It should be mentioned that Vladimir passed away suddenly in September 2017. A lecture covering many of the subjects of his life's work can be found here: ruclips.net/video/BanMgvdKP8E/видео.html
Every time I watch videos on this topic I keep thinking everything will eventually boil down to lambda calculus or something similar. While it's nice to have arithmetic operators defined at the outset, lambda calculus lets you build these from an even more primitive object: the act of computation itself. Of course there is the problem that it melts your brain because even defining simple things like numbers requires understanding how nested bags of NOP work (e.g. 3 := λf.λx.f (f (f x))).
Isn't there a fourth possible choice? Accept that the sensation of 'knowing' that first order arithmetic is consistent is an illusion... but that first order arithmetic IS consistent and it is our system of proof which is inadequate. If general principles exist which unite all complex systems, those principles (unknown to us at present) may establish its consistency at a later date. They would have to be introduced as one or more axioms, of course, but I'm not aware of anything that rules such a thing out entirely.

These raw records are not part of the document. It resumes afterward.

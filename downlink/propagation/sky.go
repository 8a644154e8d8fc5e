package propagation

import (
	"math"

	"slantwise/orbit/unit"
)

// CosmicBackground is the brightness of the sky behind everything, P.618-14 equation
// (69) and P.372-16 equation (14).
const CosmicBackground unit.Temperature = 2.7

// MeanRadiatingTemperature returns the mean temperature at which the air above a site
// radiates, from the surface temperature; for clear and cloudy weather. Source: Rec.
// ITU-R P.618-14 equation (70).
func MeanRadiatingTemperature(surface unit.Temperature) (unit.Temperature, error) {
	if err := within("surface temperature", surface.Kelvins(), "K", 180, 340, "give it in kelvin"); err != nil {
		return 0, err
	}
	return unit.Temperature(37.34 + 0.81*surface.Kelvins()), nil
}

// brightness returns the brightness of the sky in K through a medium of an attenuation
// (gas, cloud and rain; scintillation does not emit) that radiates at a mean
// temperature, in front of a background. Source: Rec. ITU-R P.618-14 equation (69).
func brightness(attenuationDB, mediumK, backgroundK float64) float64 {
	passed := math.Exp(-attenuationDB * (math.Ln10 / 10))
	return mediumK*(1-passed) + backgroundK*passed
}
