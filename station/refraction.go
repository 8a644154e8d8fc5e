package station

import (
	"math"
	"strconv"

	"slantwise/orbit/unit"
)

// Refraction turns geometric into apparent elevation and back for one height above
// sea level. It is prepared once, immutable, and costs some tens of nanoseconds a
// call.
//
// Model: the ray in the average exponential atmosphere, bent by the integral of Rec.
// ITU-R P.834-9 (12/2017), section 4, evaluated as it stands for every elevation from
// the sea horizon to the zenith. The closed forms that the Recommendation fits to
// this integral hold for heights to 3 km and elevations to 10°; there they agree with
// it to 0.012° (TestRefractionAgainstClosedForms).
//
// What it leaves out: the weather of the day (the bending at the horizon varies by a
// tenth and more), the ionosphere, and the distance: the source is taken infinitely
// far, which for a spacecraft 2500 km away on the horizon bends 0.05° too much.
type Refraction struct {
	horizon, span float64 // least apparent elevation and the way from it to the zenith, rad
	seen          float64 // geometric elevation that is seen at the horizon, rad
	bending       [refractionNodes + 1]float64
}

// refractionNodes is the number of intervals of the table of bending against
// sqrt((apparent - horizon)/span), where it is smooth: interpolation errs by less
// than 1e-5° (TestRefractionTable).
const refractionNodes = 256

// Average exponential atmosphere of Rec. ITU-R P.834-9, section 4 (the mean values of
// Rec. ITU-R P.453): n = 1 + a exp(-b x), x the height in km; Earth radius in km.
const (
	refractionA      = 0.000315
	refractionB      = 0.1361
	refractionRadius = 6370.0
	refractionTop    = 120.0 // km above the station, where the air bends no more: exp(-b x) is 8e-8
)

// NewRefraction prepares the refraction for a station; heightAboveSea -500 m to 9 km,
// else a *unit.RangeError.
func NewRefraction(heightAboveSea unit.Length) (*Refraction, error) {
	h := heightAboveSea.Kilometres()
	if !(h >= -0.5 && h <= 9) {
		return nil, &unit.RangeError{
			Quantity: "height above sea level", Value: heightAboveSea.Metres(), Unit: "m",
			Allowed: "-500 to 9000 m", Next: "check the station's altitude and geoid height",
		}
	}
	m := seaHorizon(h)
	r := &Refraction{horizon: m, span: math.Pi/2 - m}
	for i := range r.bending {
		w := float64(i) / refractionNodes
		r.bending[i] = bendingIntegral(h, m+r.span*w*w)
	}
	r.seen = m - r.bending[0]
	return r, nil
}

// Horizon returns the least apparent elevation that sees the sky over a smooth Earth
// at sea level; 0 for stations at or below sea level.
func (r *Refraction) Horizon() unit.Angle { return unit.Angle(r.horizon) }

// Geometric returns the geometric elevation, in [-90°, 90°], of what is seen at an
// apparent one; ok is false outside [Horizon(), 90°], where no ray arrives.
func (r *Refraction) Geometric(apparent unit.Angle) (geometric unit.Angle, ok bool) {
	a := apparent.Radians()
	if !(a >= r.horizon && a <= math.Pi/2) {
		return 0, false
	}
	tau, _ := r.at(a)
	return unit.Angle(a - tau), true
}

// Apparent returns the apparent elevation of a spacecraft at a geometric elevation;
// ok is false where no ray arrives, below the horizon. It is the inverse of Geometric
// to 1e-10 rad.
func (r *Refraction) Apparent(geometric unit.Angle) (apparent unit.Angle, ok bool) {
	g := geometric.Radians()
	if !(g >= r.seen && g <= math.Pi/2) {
		return 0, false
	}
	// Newton's method on a - tau(a) = g; the left side rises with a slope near 1.
	// The error after a step is half the curvature of the table, under 2000 per rad at
	// the horizon, times the step squared: none is needed behind one of 1e-7 rad.
	a := min(max(g, r.horizon), math.Pi/2)
	for range 8 {
		tau, slope := r.at(a)
		step := (g + tau - a) / (1 - slope)
		a = min(max(a+step, r.horizon), math.Pi/2)
		if math.Abs(step) < 1e-7 {
			break
		}
	}
	return unit.Angle(a), true
}

// at interpolates the bending at an apparent elevation and its slope, both in rad:
// cubic Hermite in w with the slopes of central differences.
func (r *Refraction) at(a float64) (tau, slope float64) {
	w := math.Sqrt((a-r.horizon)/r.span) * refractionNodes
	i := min(int(w), refractionNodes-1)
	t := w - float64(i)
	y0, y1 := r.bending[i], r.bending[i+1]
	d0, d1 := r.slope(i), r.slope(i+1)
	c2, c3 := 3*(y1-y0)-2*d0-d1, 2*(y0-y1)+d0+d1
	tau = y0 + t*(d0+t*(c2+t*c3))
	if w == 0 {
		return tau, (r.bending[1] - y0) / r.span * (refractionNodes * refractionNodes)
	}
	// dw/da = N²/(2 span w), w counted in nodes.
	return tau, (d0 + t*(2*c2+3*t*c3)) * (refractionNodes * refractionNodes) / (2 * r.span * w)
}

// slope returns the derivative of the table at node i, per node. At the horizon it is
// 0, since the bending goes with w².
func (r *Refraction) slope(i int) float64 {
	switch i {
	case 0:
		return 0
	case refractionNodes:
		return r.bending[i] - r.bending[i-1]
	}
	return (r.bending[i+1] - r.bending[i-1]) / 2
}

// ApparentElevation returns the apparent elevation at one height above sea level; for
// many values prepare a Refraction. The error is a *unit.RangeError when the height
// is outside -500 m to 9 km or no ray arrives from that elevation.
func ApparentElevation(geometric unit.Angle, heightAboveSea unit.Length) (unit.Angle, error) {
	r, err := NewRefraction(heightAboveSea)
	if err != nil {
		return 0, err
	}
	a, ok := r.Apparent(geometric)
	if !ok {
		return 0, r.hidden("geometric elevation", geometric, unit.Angle(r.seen))
	}
	return a, nil
}

// GeometricElevation returns the geometric elevation of what is seen at an apparent
// one; errors as ApparentElevation.
func GeometricElevation(apparent unit.Angle, heightAboveSea unit.Length) (unit.Angle, error) {
	r, err := NewRefraction(heightAboveSea)
	if err != nil {
		return 0, err
	}
	g, ok := r.Geometric(apparent)
	if !ok {
		return 0, r.hidden("apparent elevation", apparent, r.Horizon())
	}
	return g, nil
}

func (r *Refraction) hidden(quantity string, v, least unit.Angle) error {
	return &unit.RangeError{
		Quantity: quantity, Value: given(v), Unit: "deg",
		Allowed: "from the sea horizon, " + strconv.FormatFloat(least.Degrees(), 'f', 3, 64) + " deg, to 90 deg",
		Next:    "no ray arrives from below the horizon",
	}
}

// Steepest returns the greatest derivative of geometric by apparent elevation, that
// at the horizon; from there it falls to 1 at the zenith.
func (r *Refraction) Steepest() float64 {
	_, slope := r.at(r.horizon)
	return 1 - slope
}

No, not really. I don't know how much you've read, but after Godel's initial results, the results were further extended to essentially any formal axiomatic system (sufficiently strong for arithmetic), no matter what or how many axioms you have. So no, we won't one day find the "magic" axioms that will prove the First-Order Arithmetic is consistent.

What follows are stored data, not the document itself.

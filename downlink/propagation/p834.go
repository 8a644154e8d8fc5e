package propagation

import "slantwise/orbit/unit"

// ApparentElevation returns the elevation at which a satellite far above the
// atmosphere appears, from its geometric elevation, by the closed fit of Rec. ITU-R
// P.834-9 §4.2, equation (12). elevation -1° to 10° and height 0 to 3 km is what the
// fit covers; higher elevations are given with a warning. The layered ray of Layers
// has no such limits.
func ApparentElevation(geometric unit.Angle, height unit.Length) (unit.Angle, []Note, error) {
	el, h := geometric.Degrees(), height.Kilometres()
	if err := firstError(within("elevation", el, "deg", -1, 90, "use a layered ray below"), checkStationHeight(h)); err != nil {
		return 0, nil, err
	}
	var n notes
	n.beyond("P.834-9", "elevation", el, "deg", -1, 10)
	n.beyond("P.834-9", "station height", h, "km", 0, 3)
	return unit.Angle(apparentElevation(el, h)) * unit.Degree, n, nil
}

func apparentElevation(elDeg, heightKm float64) float64 {
	return elDeg + 1/spreadingDenominator(elDeg, heightKm)
}

func spreadingDenominator(el, h float64) float64 {
	return 1.728 + 0.5411*el + 0.03723*el*el +
		h*(0.1815+0.06272*el+0.01380*el*el) + h*h*(0.01727+0.008288*el)
}

// checkStationHeight bounds heights above mean sea level; the lowest shores of the
// Earth lie 0.43 km below it.
func checkStationHeight(hKm float64) error {
	return within("station height", hKm, "km", -0.5, 9, "give it above mean sea level")
}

If the issue is that we cannot prove that first-order arithmetic is consistent, we should remember that if it were inconsistent, we could use it to prove it consistent. Thus, the initial assumption of the talk seemingly rules out its suggestion. It is known since Aristotle that not all that can be known can be proven: some points are too obvious to require or admit proofs.
Such clarity of thought is rarely achieved when discussing views that are skeptical in the extreme regarding logic, math, and physics. Although the statement he puts up of Goedel's second incompleteness theorem seems too strong at first, he explains later why it actually is not.
Ooooh yeah. Look for Univalent Foundations & Homotopy Type Theory (HoTT). 😉 It sadly seems to have slightly slid away from the Consistency concerns, thought 😔... In a different direction, you can have a look at Paraconsistent Logics too (and Dialetheism for the Physical part). 😊
34:00 "The nature of Goedel's argument shows that it is imposible to construct foundations for mathematics that will be provably consistent". That's true as long as such foundations are formal (a formal system), consistent and total (encompassing all our possible mathematical knowledge). For if they are formal and consistent, Gödel's second theorem prohibits them from proving their own consistency, and if they are total, nothing can be proved outside of them.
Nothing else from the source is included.